**PROVIDED MATERIAL:**
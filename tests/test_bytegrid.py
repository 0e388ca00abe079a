"""The column-wise JSON writer against orjson, value by value.

orjson (a general-purpose JSON library) is the reference: every number and instant must come
out as the very bytes orjson writes for the same value, including the corners of its float
notation (positional from 1e-5 to 1e16, exponents outside), negative zero, NaN and infinities
(null), and instants outside the years 1000-9999.
"""

from __future__ import annotations

import numpy as np
import orjson
import pytest
from hypothesis import given, settings
from hypothesis import strategies as st

from skyplan.render import bytegrid as g


def rows(columns: list[np.ndarray]) -> list[bytes]:
    grid = np.stack(columns, axis=1)
    return [g.squeeze(grid[i:i + 1]) for i in range(len(grid))]


def reference_numbers(values, places: int) -> list[bytes]:
    with np.errstate(over="ignore", invalid="ignore"):
        rounded = np.round(np.asarray(values, float), places)
    return [orjson.dumps(v) for v in rounded.tolist()]


EDGES = [0.0, -0.0, 0.5, -0.5, 1.0, 9.999999, 10.0, 99.99, 100.0, 999.9995, 1000.0, 1440.0,
         123456.7, 1e-5, -1e-5, 9.99e-6, 1.5e-5, 1e-7, 5e-8, 4.9e-8, 1e14, 99999999.99999,
         1e15, 1e16, 1.5e16, 1e21, 1e300, -1e300, 5e-324, np.nan, np.inf, -np.inf,
         0.125, 0.375, 2.675, 1.005, 0.045, 359.9999999, -89.99999995]


@pytest.mark.parametrize("places", [1, 2, 3, 4, 7])
def test_decimals_match_orjson_on_edges_and_random_values(places: int) -> None:
    rng = np.random.default_rng(places)
    values = np.concatenate([EDGES, rng.uniform(-400, 400, 4000), rng.uniform(0, 2, 1000),
                             10 ** rng.uniform(-9, 17, 2000), -(10 ** rng.uniform(-9, 17, 500))])
    assert rows(g.decimals(values, places)) == reference_numbers(values, places)


@settings(max_examples=300, deadline=None)
@given(st.lists(st.floats(allow_nan=True, allow_infinity=True), min_size=1, max_size=40),
       st.sampled_from([1, 2, 3, 4, 5, 6, 7]))
def test_decimals_match_orjson_for_any_float(values: list[float], places: int) -> None:
    assert rows(g.decimals(values, places)) == reference_numbers(values, places)


@pytest.mark.parametrize("places", [1, 2, 3, 4, 7])
def test_decimals_as_text_match_python_repr(places: int) -> None:
    """The csv module writes ``str(float)``: Python's repr (exponent below 1e-4)."""
    rng = np.random.default_rng(10 + places)
    values = np.concatenate([EDGES, [1e-4, 9.9e-5, 1.5e-4, -1e-4], rng.uniform(-400, 400, 2000),
                             10 ** rng.uniform(-9, 17, 2000)])
    with np.errstate(over="ignore", invalid="ignore"):
        rounded = np.round(values, places).tolist()
    want = [repr(v).encode() if np.isfinite(v) else b"" for v in rounded]
    assert rows(g.decimals(values, places, text=True)) == want


def reference_instants(unix) -> list[bytes]:
    u = np.round(np.asarray(unix, float))
    ok = np.isfinite(u)
    stamps = np.where(ok, u, 0.0).astype(np.int64).astype("datetime64[s]")
    stamps[~ok] = np.datetime64("NaT", "s")
    return [orjson.dumps(m, option=orjson.OPT_NAIVE_UTC | orjson.OPT_UTC_Z)
            for m in stamps.tolist()]


def test_instants_match_orjson() -> None:
    rng = np.random.default_rng(7)
    values = np.concatenate([
        rng.uniform(1.78e9, 1.78e9 + 3 * 86400, 3000),  # a night: few dates, any second
        rng.uniform(-2.2e9, 2.5e9, 1000),  # 1900-2050: many dates (the ephemeris span)
        [0.0, -0.4, 0.5, 1.5, 2.5, -0.5, 86399.5, 86400.0, 951782400.0,  # 2000-02-29
         4102444799.0, np.nan, np.inf, -np.inf],
        [-3e10, -6.3e10, 3e11],  # years 1019, before 1000 and after 9999: written by orjson
    ])
    assert rows(g.instants(values)) == reference_instants(values)


def test_instants_as_text_match_numpy() -> None:
    values = np.array([1.78e9 + 0.5, 1.78e9 + 86399.4, np.nan, -6.3e10, 3e11])
    stamps = np.round(values[[0, 1, 3, 4]]).astype(np.int64).astype("datetime64[s]")
    text = [s.encode() + b"Z" for s in np.datetime_as_string(stamps, unit="s").tolist()]
    assert rows(g.instants(values, text=True)) == [text[0], text[1], b"", text[2], text[3]]


def test_instants_all_null_and_empty() -> None:
    assert rows(g.instants([np.nan, np.nan])) == [b"null", b"null"]
    assert rows(g.instants(np.array([]))) == []


def test_texts_choice_and_assemble() -> None:
    names = g.texts([b'"a"', b'"longer, name"', b'""'])
    flags = g.choice([True, False, True], b"true", b"false")
    grid = g.assemble(3, [b'{"n":', names, b',"f":', flags, b"}"])
    assert rows([grid[:, k] for k in range(grid.shape[1])]) == [
        b'{"n":"a","f":true}', b'{"n":"longer, name","f":false}', b'{"n":"","f":true}']



def test_records_nest_their_inner_rows() -> None:
    inner = g.assemble(3, [g.choice([True, False, True], b"", b","), b"[", g.texts(
        [b"1", b"22", b"333"]), b"]"])
    width = inner.shape[1]
    head = g.assemble(3, [b"{", g.texts([b'"a"', b'"longer, name"', b'"c"']), b":["],
                      multiple=width)
    tail = g.assemble(3, [b"]}", g.choice([True, True, False], b",", b"")], multiple=width)
    grid = g.nest(head, inner, np.array([0, 0, 2]), tail)
    assert grid.shape[1] == width
    assert g.squeeze(grid) == b'{"a":[[1],[22]]},{"longer, name":[]},{"c":[[333]]}'
    assert g.squeeze(g.nest(head, inner[:0], np.array([], dtype=int), tail)) == \
        b'{"a":[]},{"longer, name":[]},{"c":[]}'


def test_places_below_one_are_refused() -> None:
    with pytest.raises(ValueError):
        g.decimals([1.0], 0)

**ASSIGNMENT:** Set down exactly the line that holds "dtype=int), tail)) == \" and all lines after it to the end of the data.

**SOLUTION TO THIS TASK:**
    assert g.squeeze(g.nest(head, inner[:0], np.array([], dtype=int), tail)) == \
        b'{"a":[]},{"longer, name":[]},{"c":[]}'


def test_places_below_one_are_refused() -> None:
    with pytest.raises(ValueError):
        g.decimals([1.0], 0)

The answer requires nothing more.